TBB und Deutschpflicht
: Kampf gegen den eigenen Erfolg

Diskriminierung anzuprangern und dagegen zu mobilisieren ist Ziel und Aufgabe der türkischen Organisationen – und der Mehrheitsgesellschaft selbstverständlich auch. Das geht am besten, indem Angehörigen von Minderheiten zu Mitbestimmungsrechten, zu gesellschaftlicher Beteiligung, eben zu Stimme und Gehör verholfen wird. Der Türkische Bund Berlin (TBB) hat daran lange und mit beachtlichem Erfolg gearbeitet – vielleicht zu erfolgreich.

Kommentar von Alke Wierth

Derzeit scheint der TBB gegen die Ergebnisse seiner Arbeit anzukämpfen. „Emanzipiert euch!“, hat er den Angehörigen der Zuwanderer-Communities zugerufen. Dann nutzen an einer Weddinger Schule Eltern und Kinder aus Migrantenfamilien ihre Freiräume, Gesellschaft mitzugestalten. Sie führen eine Deutschpflicht auf dem Schulhof ein, abgestimmt mit Lehrern, Eltern und Schülern. Nun werden sie von jenen, die für solche Mitbestimmung gestritten haben, der Diskriminierung angeklagt.
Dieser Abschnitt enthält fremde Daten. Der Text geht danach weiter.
import NextAuth from 'next-auth';
import { authOptions } from '@/server/auth/options';

export const dynamic = 'force-dynamic';

// Built per request so that NEXTAUTH_URL and the secret are read at run time, not at build time.
async function handler(req: Request, context: { params: Promise<{ nextauth: string[] }> }) {
  return NextAuth(req as never, context as never, authOptions());
}

export { handler as GET, handler as POST };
Der Konflikt zeigt, wie vielfältig und differenziert die Ansichten und Strategien in Sachen Integration unter den Zuwanderern mittlerweile sind. Welche Rolle dem Bewahren der Herkunftskultur beigemessen wird, entscheiden Migranten individuell. Das ist ein Anzeichen für Emanzipation – und es ist ein gutes. Denn das Selbstbestimmungsrecht darüber, wie und wie weit Integration geht, ermöglicht Zuwanderern, sich ohne Angst vor dem Verlust der Herkunftskultur am Leben hier zu beteiligen. Integration ist Vereinbarung, keine Zwangsmaßnahme – egal von wem.

Hinter der ablehnenden Reaktion des TBB auf diese Emanzipation verbirgt sich auch ein Machtanspruch. Doch die Angst der Organisation davor, sich überflüssig zu machen, indem sie ihr Ziel erreicht, ist unbegründet. Bis Verbände wie der TBB reine Folklorevereine werden, muss noch viel für Mitbestimmung und gegen Diskriminierung getan werden. Der TBB könnte sich also auf die wirklichen Konflikte konzentrieren – und die Debatte um das Pflichtdeutsch viel entspannter sehen.